06. Harm to Security of Information
AI and data driven solutions facilitating potential damage from unauthorized access of private data, due to faulty data protection and processing, or criminal activity. (Right to security of information) For example, an organisation did not keep their data in a secured database, resulting in security breach – Individuals face harm by having this data used against them for e.g. identity fraud, organisation stakeholders lose capital and reputation.
07. Misinformation and Disinformation
AI and data driven solutions which intentionally or unintentionally distribute information that has universally been declared as false and harmful to society. (Right to be informed) For example, consumer health device is released to predict heart health including heart defects. The user is not informed that the device has a high rate of error for not detecting certain defects and falsely believes they do not have a particular heart defect when they indeed do.
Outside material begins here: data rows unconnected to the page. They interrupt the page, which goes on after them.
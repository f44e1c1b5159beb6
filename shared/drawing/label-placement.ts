import type { SheetPoint, SheetRing } from './frame.ts';

/** A rectangle on the sheet, from its upper left corner. */
export interface LabelBox {
  x: number;
  y: number;
  width: number;
  height: number;
}

export function boxesMeet(a: LabelBox, b: LabelBox): boolean {
  return a.x < b.x + b.width && b.x < a.x + a.width && a.y < b.y + b.height && b.y < a.y + a.height;
}

/** The box around all points of some rings. */
export function boxAround(rings: readonly SheetRing[]): LabelBox {
  let [left, top, right, bottom] = [Infinity, Infinity, -Infinity, -Infinity];
  for (const [x, y] of rings.flat()) {
    left = Math.min(left, x);
    right = Math.max(right, x);
    top = Math.min(top, y);
    bottom = Math.max(bottom, y);
  }
  return { x: left, y: top, width: right - left, height: bottom - top };
}

/** Whether a point lies inside rings, by the even-odd rule. */
export function isInside([x, y]: SheetPoint, rings: readonly SheetRing[]): boolean {
  let inside = false;
  for (const ring of rings) {
    let from = ring[ring.length - 1];
    for (const to of ring) {
      if (from !== undefined && from[1] > y !== to[1] > y) {
        const crossX = from[0] + ((y - from[1]) / (to[1] - from[1])) * (to[0] - from[0]);
        if (x < crossX) inside = !inside;
      }
      from = to;
    }
  }
  return inside;
}

/**
 * A free place for a label inside an area, tried from the upper left to the lower right.
 *
 * @param taken boxes that the label must not meet
 * @param covered areas that the label must not lie on, such as what stands higher
 * @returns null where there is none
 */
export function placeInside(
  rings: readonly SheetRing[],
  size: { width: number; height: number },
  taken: readonly LabelBox[],
  covered: readonly (readonly SheetRing[])[] = [],
): LabelBox | null {
  const around = boxAround(rings);
  const steps = 16;
  for (let row = 0; row <= steps; row += 1) {
    for (let column = 0; column <= steps; column += 1) {
      const box = {
        x: around.x + ((around.width - size.width) * column) / steps,
        y: around.y + ((around.height - size.height) * row) / steps,
        ...size,
      };
      if (taken.some((other) => boxesMeet(box, other))) continue;
      const isFree = pointsOf(box).every(
        (point) => isInside(point, rings) && !covered.some((other) => isInside(point, other)),
      );
      if (isFree) return box;
    }
  }
  return null;
}

/** A free place beside an area, inside the frame: right, left, below or above it. */
export function placeBeside(
  rings: readonly SheetRing[],
  size: { width: number; height: number },
  taken: readonly LabelBox[],
  frame: { width: number; height: number },
): LabelBox {
  const around = boxAround(rings);
  const middleY = around.y + around.height / 2 - size.height / 2;
  const middleX = around.x + around.width / 2 - size.width / 2;
  const gap = 10;
  const right = { x: around.x + around.width + gap, y: middleY, ...size };
  const candidates: LabelBox[] = [
    right,
    { x: around.x - gap - size.width, y: middleY, ...size },
    { x: middleX, y: around.y + around.height + gap, ...size },
    { x: middleX, y: around.y - gap - size.height, ...size },
  ];
  const fits = (box: LabelBox) =>
    box.x >= 0 &&
    box.y >= 0 &&
    box.x + box.width <= frame.width &&
    box.y + box.height <= frame.height &&
    !taken.some((other) => boxesMeet(box, other));
  return candidates.find(fits) ?? right;
}

/** Points on a box's border and in its middle, close enough together for labels. */
function pointsOf(box: LabelBox): SheetPoint[] {
  const shares = [0, 0.25, 0.5, 0.75, 1];
  return shares.flatMap((across) =>
    [0, 0.5, 1].map((down): SheetPoint => [box.x + box.width * across, box.y + box.height * down]),
  );
}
08. Prevention of access to public service
AI and data driven solutions contributing to or maintaining a denial of public social assistance and service (Right to public service access) For example, a solution is deployed without considerations for usability and clinical workflows. The result is that the solution is not used in practice due to the user not understanding the output or having sufficient time to use it. This denies access to a potentially vital service.
Perspectives & Roles

AI ethical risks are shared across organizational functions. Joint accountability creates a frictionless high-way for trustworthy AI. The key is visualizing critical business decisions, ethical considerations and trade-off to an activated cross organizational core. Our organizational orchestration help you define that core and thereby conform to organizational values and comply to existing and upcoming regulations.
The three perspectives
The screening of a Use Case comes with different perspectives. Here, perspective means a viewpoint from one or more people with expert knowledge in a specific field or domain. A role is defined as the person(s) within a perspective who are responsible for the execution of a specific function. You are able to filter your result on these three perspectives:
Business includes the roles: product, outreach, responsibility and people.
Legal & Compliance area includes one role: legal.
IT includes two roles: data and technology.